Catching Voices, by Sheila Deeth
It’s beginning to go dark. Cars crawl up the road then turn, re-turn. Someone’s waving and showing the way. I guess we’re lost as each other, same destination, same place beckoning in dreams and in space.
Warm light spills through wide glass doors. “Blackbird,” it says over the entrance. Inside the birds of women stoop and stalk. Someone welcomes me in. “Congratulations.” And I wonder if it’s real.
Real cheese awaits, real vegetables beautifully displayed, and real figs—how I love figs. Real paper plates, but I almost forget to take one. It’s not the food or the wine that we’re here for though. In shadows at the back, stacks of books form a city on a table, Portland built by women’s words. Someone crosses off my name.
You can tell the writers from editors as we mill about the room. Newly minted, newly published, we hold our books close to the chest, juggle plates and try not to smear the precious page. Writers look up at passing strangers and smile. “Are you?” They point down with their eyes. “Yes, page one forty eight.” “Page fifty.” “Page one fifty six.”
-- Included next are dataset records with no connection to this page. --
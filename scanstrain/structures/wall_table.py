# SPDX-License-Identifier: MIT
"""The movement of a wall as the rows of tables."""

from __future__ import annotations

from collections.abc import Mapping

from scanstrain.structures.bulge import Bulge
from scanstrain.structures.wall_movement import WallResult
from scanstrain.structures.wall_parts import QUANTITIES

COLUMNS: Mapping[str, tuple[str, str]] = {
    "kind": ("", "wall, band of height or panel"),
    "column": ("1", "from the left for somebody who faces the wall, counted from 0; -1 over the full width"),
    "row": ("1", "from the foot, counted from 0; -1 over the full height"),
    "left": ("m", "edge along the wall, from its left end"),
    "right": ("m", "edge along the wall"),
    "bottom": ("m", "edge up the wall, from its foot"),
    "top": ("m", "edge up the wall"),
    "gauges": ("1", "gauges in it"),
    "effective": ("1", "gauges without overlap that would give the mean the same standard error, registration aside"),
    "area": ("m^2", "area that these gauges stand for"),
}
"""Unit and meaning of the columns before the quantities."""

BULGE_COLUMNS: Mapping[str, tuple[str, str]] = {
    "height": ("m", "displacement that remains at its top without the best plane, positive to the free side"),
    "height_sd": ("m", "its standard error"),
    "largest": ("m", "largest remaining displacement of a single gauge"),
    "chance": ("1", "probability of such a height somewhere on a wall that moved as a plane"),
    "along": ("m", "place of its top along the wall, from its left end"),
    "up": ("m", "place of its top up the wall, from its foot"),
    "along_sd": ("m", "standard error of its place"),
    "up_sd": ("m", "standard error of its place"),
    "area": ("m^2", "connected area beyond its 95 % limit"),
    "width": ("m", "extent along the wall at half height"),
    "width_sd": ("m", "its standard error"),
    "tall": ("m", "extent up the wall at half height"),
    "tall_sd": ("m", "its standard error"),
    "closed": ("1", "1 where it ends inside the seen face, 0 where it may be larger than it seems"),
}
"""Unit and meaning of what is said of a bulge."""


def wall_rows(result: WallResult) -> list[dict[str, float | str]]:
    """Return one row for each part: where it is, what it rests on, and every quantity with its standard error.

    Parameters
    ----------
    result : WallResult

    Returns
    -------
    list of dict
        Keys as in `wall_units`, in that order; metres, radians and plain numbers, NaN for what is not supported.
    """
    rows = []
    for part in result.parts:
        row: dict[str, float | str] = {"kind": part.kind}
        row |= {name: float(getattr(part, name)) for name in COLUMNS if name != "kind"}
        for name, value in part.values.items():
            row[name], row[f"{name}_sd"] = value, part.errors[name]
        rows.append(row)
    return rows


def wall_units() -> dict[str, tuple[str, str]]:
    """Return unit and meaning of every column of `wall_rows`."""
    units = dict(COLUMNS)
    for name, (unit, meaning) in QUANTITIES.items():
        units[name] = unit, meaning
        units[f"{name}_sd"] = unit, "its standard error"
    return units


def bulge_rows(result: WallResult) -> list[dict[str, float | str]]:
    """Return one row for the bulge and one for the hollow, where there are any; keys as in `bulge_units`."""
    found: dict[str, Bulge | None] = {"bulge": result.bulge, "hollow": result.hollow}
    return [
        {"kind": kind, **{name: float(getattr(bulge, name)) for name in BULGE_COLUMNS}}
        for kind, bulge in found.items()
        if bulge is not None
    ]


def bulge_units() -> dict[str, tuple[str, str]]:
    """Return unit and meaning of every column of `bulge_rows`."""
    return {"kind": ("", "bulge to the free side or hollow away from it"), **BULGE_COLUMNS}
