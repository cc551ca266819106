# SPDX-License-Identifier: MIT
"""index.html: all comparisons of a batch on one page."""

from __future__ import annotations

import json
from collections.abc import Mapping, Sequence
from pathlib import Path
from typing import Any, Protocol
from urllib.parse import quote

from scanstrain.attributes import BY_NAME
from scanstrain.io.atomic import replacing
from scanstrain.outputs.report.head import SEEN, doubts
from scanstrain.outputs.report.page import render
from scanstrain.outputs.report.tables import MISSING, Cell, Table, measured, neat, table
from scanstrain.outputs.words import amount, number

NAME = "index.html"
MAIN = "disp_n"
"""Quantity of the overview."""
WHOLE = "whole object"


class Finished(Protocol):
    """What the page needs to know of a comparison; `summary` is None where it failed, and `error` says why."""

    @property
    def name(self) -> str:
        """REFERENCE_to_CURRENT."""

    @property
    def folder(self) -> Path:
        """Where its result is."""

    @property
    def summary(self) -> dict[str, Any] | None:
        """The content of `summary.json`."""

    @property
    def error(self) -> str:
        """Why there is none."""


def write_index(outcomes: Sequence[Finished], folder: Path) -> Path:
    """Write the overview of a batch.

    Results of earlier runs that still stand in the folder are listed too, after those of this run.

    Parameters
    ----------
    outcomes : sequence of Finished
        In the order of the batch file.
    folder : Path
        Output folder of the batch; the reports lie in folders below it.

    Returns
    -------
    Path

    Raises
    ------
    OutputError
        The page could not be written.
    """
    folder.mkdir(parents=True, exist_ok=True)
    rows: list[Row] = [(each.name, _link(each, folder), each.summary, each.error) for each in outcomes]
    rows += [(name, f"{quote(name)}/report.html", summary, "") for name, summary in _earlier(outcomes, folder)]
    failed = sum(summary is None for _, _, summary, _ in rows)
    target = folder / NAME
    with replacing(target) as path:
        path.write_text(render("index.html", overview=_overview(rows), count=len(rows), failed=failed), "utf-8")
    return target


Row = tuple[str, str, Mapping[str, Any] | None, str]


def _overview(rows: Sequence[Row]) -> Table:
    """One row an epoch compared, one column a place."""
    zones = [zone for _, _, summary, _ in rows for zone in (summary or {}).get("zones") or {}]
    places = list(dict.fromkeys((WHOLE, *zones)))
    made = [
        [Cell(name, link=link if summary else ""), _date(summary), _verdict(summary, error),
         *(_largest(summary, place) for place in places)]
        for name, link, summary, error in rows
    ]  # fmt: skip
    heads = ("Comparison", "Date", "Verdict", *(f"{place[:1].upper()}{place[1:]}" for place in places))
    note = f"{MISSING}: not observable, or no such zone. The reports say where, how sure, and what could not be seen."
    caption = "Largest significant normal displacement at each place, with its 95 % interval"
    return table(caption, heads, made, note=note, kind="overview")


def _verdict(summary: Mapping[str, Any] | None, error: str) -> Cell:
    """Say in a few words what came out."""
    if summary is None:
        return Cell(f"Failed. {error}")
    gauges = summary["gauges"]
    regions = summary.get("regions")
    if not gauges["fine"]:
        said = "nothing could be evaluated"
    elif not gauges["discovered"] or (regions and not regions["found"]):
        said = _quiet(summary)
    elif regions:
        many = len(regions["found"])
        said = f"changed: {'one region' if many == 1 else f'{number(many, 0)} regions'}"
    else:
        said = f"changed at {number(gauges['discovered'], 0)} of {number(gauges['fine'], 0)} gauges"
    doubt = "; the datum is doubtful" if doubts(summary) else ""
    return Cell(neat(f"{said[:1].upper()}{said[1:]}{doubt}"))


def _quiet(summary: Mapping[str, Any]) -> str:
    result = summary["results"][MAIN]
    if (result["share_observable"] or 0) < SEEN or result["detection_limit"] is None:
        return "normal displacement is not observable"
    return f"nothing above {amount(result['detection_limit'], BY_NAME[MAIN])}"


def _largest(summary: Mapping[str, Any] | None, place: str) -> Cell:
    """Largest significant value at a place; a limit where nothing is."""
    if summary is None:
        return Cell(MISSING)
    result, regions = summary["results"][MAIN], summary.get("regions")
    if place == WHOLE:
        largest = result["largest_change"]
        if largest and not (regions and not regions["found"]):
            return measured(largest["value"], largest["sd"], MAIN)
        return Cell(_quiet(summary)) if result["detection_limit"] is not None else Cell(MISSING)
    zone = (summary.get("zones") or {}).get(place)
    extreme = ((zone or {}).get("quantities", {}).get(MAIN) or {}).get("extreme")
    if not extreme:
        return Cell(MISSING)
    if extreme["low"] <= 0 <= extreme["high"]:
        bound = max(abs(extreme["low"]), abs(extreme["high"]))
        return Cell(f"nothing above {amount(bound, BY_NAME[MAIN])}")
    return measured(extreme["value"], extreme["sd"], MAIN)


def _date(summary: Mapping[str, Any] | None) -> Cell:
    return Cell(str(((summary or {}).get("inputs") or {}).get("current", {}).get("date") or MISSING))


def _link(outcome: Finished, folder: Path) -> str:
    try:
        inside = outcome.folder.resolve().relative_to(folder.resolve()).as_posix()
    except ValueError:  # a result elsewhere is named and not linked
        return ""
    return f"{quote(inside)}/report.html"


def _earlier(outcomes: Sequence[Finished], folder: Path) -> list[tuple[str, Mapping[str, Any]]]:
    """Results in the folder that this run did not make."""
    known = {outcome.folder.resolve() for outcome in outcomes}
    found = []
    for path in sorted(folder.glob("*/summary.json")):
        if path.parent.resolve() in known or not (path.parent / "report.html").is_file():
            continue
        try:
            summary = json.loads(path.read_text(encoding="utf-8"))
            _overview([(path.parent.name, "", summary, "")])
        except (OSError, ValueError, KeyError, TypeError, AttributeError):
            continue  # not one of ours, or of a version that this one does not know
        found.append((path.parent.name, summary))
    return found
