# SPDX-License-Identifier: MIT
"""A smooth curve through evenly spaced values, as smooth as the values themselves ask for."""

from __future__ import annotations

import numpy as np
from numpy.typing import NDArray

FloatArray = NDArray[np.float64]

ORDER = 3
"""Third differences are held small: a circular arc costs next to nothing, at the ends too."""

LONGEST = 60
"""Half-power wavelength of the stiffest curve tried, in steps."""


def smooth(values: FloatArray, weight: FloatArray) -> FloatArray:
    """Smooth evenly spaced places by penalised third differences (Whittaker 1923; Eilers 2003).

    Minimises `sum w (y - z)^2 + stiffness sum (third differences of z)^2`. The stiffness is the one with the least
    generalised cross-validation score (Craven & Wahba 1979), the same for all columns. Values of weight 0 are bridged
    or carried on by the curve itself.

    Parameters
    ----------
    values : ndarray of shape (m, d)
    weight : ndarray of shape (m,)

    Returns
    -------
    ndarray of shape (m, d)
    """
    used = int((weight > 0).sum())
    if used <= ORDER + 1:
        return _straight(values, weight)
    best, found = np.inf, values
    for wavelength in np.geomspace(3.0, LONGEST, 14):
        stiffness = (2.0 * np.sin(np.pi / wavelength)) ** (-2 * ORDER)
        z = _solve(values, weight, stiffness)
        freedom = used - _degrees(len(values), used, stiffness)
        if freedom <= 0:
            continue
        score = float((weight[:, None] * (values - z) ** 2).sum()) / freedom**2
        if score < best:
            best, found = score, z
    return found


def _solve(values: FloatArray, weight: FloatArray, stiffness: float) -> FloatArray:
    from scipy.linalg import solveh_banded

    m = len(values)
    differences = np.array([-1.0, 3.0, -3.0, 1.0])
    band = np.zeros((ORDER + 1, m))
    for first in range(ORDER + 1):
        for second in range(first, ORDER + 1):
            lag = second - first
            band[ORDER - lag, second : second + m - ORDER] += stiffness * differences[first] * differences[second]
    band[ORDER] += weight
    return np.asarray(solveh_banded(band, weight[:, None] * values))


def _degrees(m: int, used: int, stiffness: float) -> float:
    """Degrees of freedom of the curve: the trace of the smoother, by its response to waves (Eilers 2003)."""
    response = (2.0 * np.sin(0.5 * np.pi * np.arange(m) / m)) ** (2 * ORDER)
    response[:ORDER] = 0.0
    return float((1.0 / (1.0 + stiffness * response * m / used)).sum() * used / m)


def _straight(values: FloatArray, weight: FloatArray) -> FloatArray:
    """Straight line through few values, by least squares; one value alone is left where it is."""
    A = np.stack([np.ones(len(values)), np.arange(len(values)) - len(values) / 2], axis=1)
    root = np.sqrt(weight)[:, None]
    if (weight > 0).sum() < 2:
        return values
    return np.asarray(A @ np.linalg.lstsq(root * A, root * values, rcond=None)[0])
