# SPDX-License-Identifier: MIT
"""The ellipse that fits an outline best by orthogonal distance, with its covariance."""

from __future__ import annotations

from dataclasses import dataclass

import numpy as np
from numpy.typing import NDArray

from scanstrain.structures.outline import kept

FloatArray = NDArray[np.float64]

TURNS = 20
"""Gauss-Newton steps at most; five are usual."""

FOOT_TURNS = 6
"""Newton steps to the foot points of an ellipse that is nearly a circle; three are usual."""


@dataclass(frozen=True, slots=True)
class Ellipse:
    """An ellipse as the image of the unit circle: `x = centre + [[m + p, q], [q, m - p]] (cos t, sin t)`.

    These five numbers stay regular at the circle, where p = q = 0 and axes have no direction. The semi-axes are
    `m + h` and `m - h` with `h = hypot(p, q)`; the longer one lies at the angle `atan2(q, p) / 2` from x.

    Parameters
    ----------
    parameters : ndarray of shape (5,)
        Centre x and y, m, p, q [m].
    normal_matrix : ndarray of shape (5, 5)
        Of the parameters, in inverse variances of one point.
    variance : float
        Of one point, from the residuals [m^2].
    gradient : ndarray of shape (n, 5)
        Derivative of each place's distance from the ellipse with respect to the parameters, sign turned.
    weight : ndarray of shape (n,)
        Weight of each place, 0 for those left out.
    """

    parameters: FloatArray
    normal_matrix: FloatArray
    variance: float
    gradient: FloatArray
    weight: FloatArray

    @property
    def covariance(self) -> FloatArray:
        """Covariance of the parameters (5, 5) [m^2]."""
        return np.asarray(self.variance * np.linalg.inv(self.normal_matrix))

    @property
    def mean_diameter(self) -> float:
        """Mean of the longest and the shortest diameter [m]."""
        return float(2.0 * self.parameters[2])

    @property
    def ovality(self) -> float:
        """Longest minus shortest diameter over their mean [1]."""
        return float(2.0 * np.hypot(self.parameters[3], self.parameters[4]) / self.parameters[2])

    @property
    def leverage(self) -> float:
        """Largest share that one place has in its own fitted value [1]; near 1 the fit rests on single places."""
        share = np.einsum("ni,ij,nj->n", self.gradient, np.linalg.inv(self.normal_matrix), self.gradient)
        return float((share * self.weight).max())


def ovality_gradient(parameters: FloatArray) -> FloatArray:
    """Return the derivative (5,) of the ovality [1] with respect to the parameters of an `Ellipse` [1/m]."""
    _, _, m, p, q = parameters
    h = max(np.hypot(p, q), np.finfo(float).tiny)
    return np.array([0.0, 0.0, -2.0 * h / m**2, 2.0 * p / (h * m), 2.0 * q / (h * m)])


def direct_ellipse(x: FloatArray, y: FloatArray, weight: FloatArray) -> FloatArray | None:
    """Fit an ellipse by algebraic distance under the constraint that it is one.

    Fitzgibbon, Pilu & Fisher (1999) in the numerically stable form of Halir & Flusser (1998): formulas from memory.
    It shrinks on partial arcs and is a start only.

    Parameters
    ----------
    x, y, weight : ndarray of shape (n,)
        Places [m] and their weights.

    Returns
    -------
    ndarray of shape (5,) or None
        Parameters as in `Ellipse`; None where the places fix no ellipse.
    """
    middle = np.array([np.average(x, weights=weight), np.average(y, weights=weight)])
    size = float(np.sqrt(np.average((x - middle[0]) ** 2 + (y - middle[1]) ** 2, weights=weight)))
    u, v, w = (x - middle[0]) / size, (y - middle[1]) / size, weight / weight.sum()
    D1, D2 = np.stack([u * u, u * v, v * v], axis=1), np.stack([u, v, np.ones_like(u)], axis=1)
    S1, S2, S3 = (D1.T * w) @ D1, (D1.T * w) @ D2, (D2.T * w) @ D2
    if np.linalg.cond(S3) > 1e12:
        return None
    T = -np.linalg.solve(S3, S2.T)
    M = S1 + S2 @ T
    values, vectors = np.linalg.eig(np.stack([M[2] / 2, -M[1], M[0] / 2]))
    vectors = np.real(vectors)
    is_ellipse = 4 * vectors[0] * vectors[2] - vectors[1] ** 2 > 0
    if not is_ellipse.any():
        return None
    a = vectors[:, np.flatnonzero(is_ellipse)[np.argmin(np.abs(values[is_ellipse]))]]
    (A, B, C), (D, E, F) = a, T @ a
    Q = np.array([[A, B / 2], [B / 2, C]])
    centre = -0.5 * np.linalg.solve(Q, [D, E])
    level = centre @ Q @ centre - F
    squares, axes = np.linalg.eigh(Q / level)
    if not (squares > 0).all():
        return None
    S = (axes / np.sqrt(squares)) @ axes.T * size
    return np.array([*(middle + size * centre), (S[0, 0] + S[1, 1]) / 2, (S[0, 0] - S[1, 1]) / 2, S[0, 1]])


def fit_ellipse(x: FloatArray, y: FloatArray, weight: FloatArray) -> Ellipse | None:
    """Fit an ellipse by weighted orthogonal distances; places far off it are left out.

    Minimises `sum w d^2`, d being the distance from the ellipse along its normal, by Gauss-Newton from the direct fit.
    Places beyond 4.685 robust standard deviations get no weight. The covariance holds for an outline that is an
    ellipse but for independent errors of the places.

    Parameters
    ----------
    x, y, weight : ndarray of shape (n,)
        Places [m]; points behind each.

    Returns
    -------
    Ellipse or None
        None where the places fix no ellipse.
    """
    if len(x) < 10:
        return None
    parameters = direct_ellipse(x, y, weight)
    if parameters is None:
        return None
    for _ in range(TURNS):
        distance, J = _distances(x, y, parameters)
        w = weight * kept(distance * np.sqrt(weight))
        N = (J.T * w) @ J
        if np.linalg.cond(N) > 1e12:
            return None
        step = np.linalg.solve(N, J.T @ (w * distance))
        parameters = parameters + step
        if np.abs(step).max() < 1e-9 * parameters[2]:
            break
    distance, J = _distances(x, y, parameters)
    w = weight * kept(distance * np.sqrt(weight))
    spare = int((w > 0).sum()) - 5
    if spare < 5 or parameters[2] <= np.hypot(parameters[3], parameters[4]):
        return None
    return Ellipse(parameters, (J.T * w) @ J, float((w * distance**2).sum() / spare), J, w)


def _distances(x: FloatArray, y: FloatArray, parameters: FloatArray) -> tuple[FloatArray, FloatArray]:
    """Signed distances from an ellipse along its normal, outside positive, and what the parameters do to the foot."""
    cx, cy, m, p, q = parameters
    u, v = x - cx, y - cy
    t = np.arctan2(v, u)
    for _ in range(FOOT_TURNS):
        c, s = np.cos(t), np.sin(t)
        ex, ey = (m + p) * c + q * s, q * c + (m - p) * s
        tx, ty = -(m + p) * s + q * c, -q * s + (m - p) * c
        # (place - foot) . tangent = 0, by Newton; the second derivative of the foot is -(ex, ey)
        wrong = (u - ex) * tx + (v - ey) * ty
        t = t + wrong / (tx * tx + ty * ty + (u - ex) * ex + (v - ey) * ey)
    c, s = np.cos(t), np.sin(t)
    ex, ey = (m + p) * c + q * s, q * c + (m - p) * s
    tx, ty = -(m + p) * s + q * c, -q * s + (m - p) * c
    length = np.hypot(tx, ty)
    nx, ny = ty / length, -tx / length
    distance = (u - ex) * nx + (v - ey) * ny
    J = np.stack([nx, ny, nx * c + ny * s, nx * c - ny * s, nx * s + ny * c], axis=1)
    return distance, J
“It’s my first attempt at a sex scene,” Teresa says, and I wonder if she or I will be more embarrassed as I stand there and read. But it’s beautiful—nature and the human body and literary art, and how can my writing belong in the same book as this?
The editors are the ones with arms unencumbered; they’ve seen it all before. “I haven’t said hello to you yet,” says one. “And which is your piece?” The glow when she says how she liked it warms me down to my toes. Better than cheese. Better than wine.
We thank those strangers, faceless no more, who brought us here. They walked before us, labored over other people’s words, turned them to something more. Then we nudge each other to walk up to the mike and it’s wine to the ears, intoxicating, wonderfully pure and smooth. I’m not sure if I’m brave—are my words good enough?—but I know someone chose them and printed them and it almost feels like betrayal to stand back so I take my turn. It sounds okay, your average table-wine maybe compared to others’ champagne.
Afterwards I come home and read through the night, cover to cover, catching voices like stars. VoiceCatcher 4 is released at last, but I’m still not sure I belong. Maybe they just wanted someone English, maybe a third-person writer to fill in a gap and I came along. But my name is there in print and my writing is real.
They’ve caught voices, and included mine. It’s VoiceCatcher 4, its pages poised and waiting to captivate. And now I’m trying to write for 5.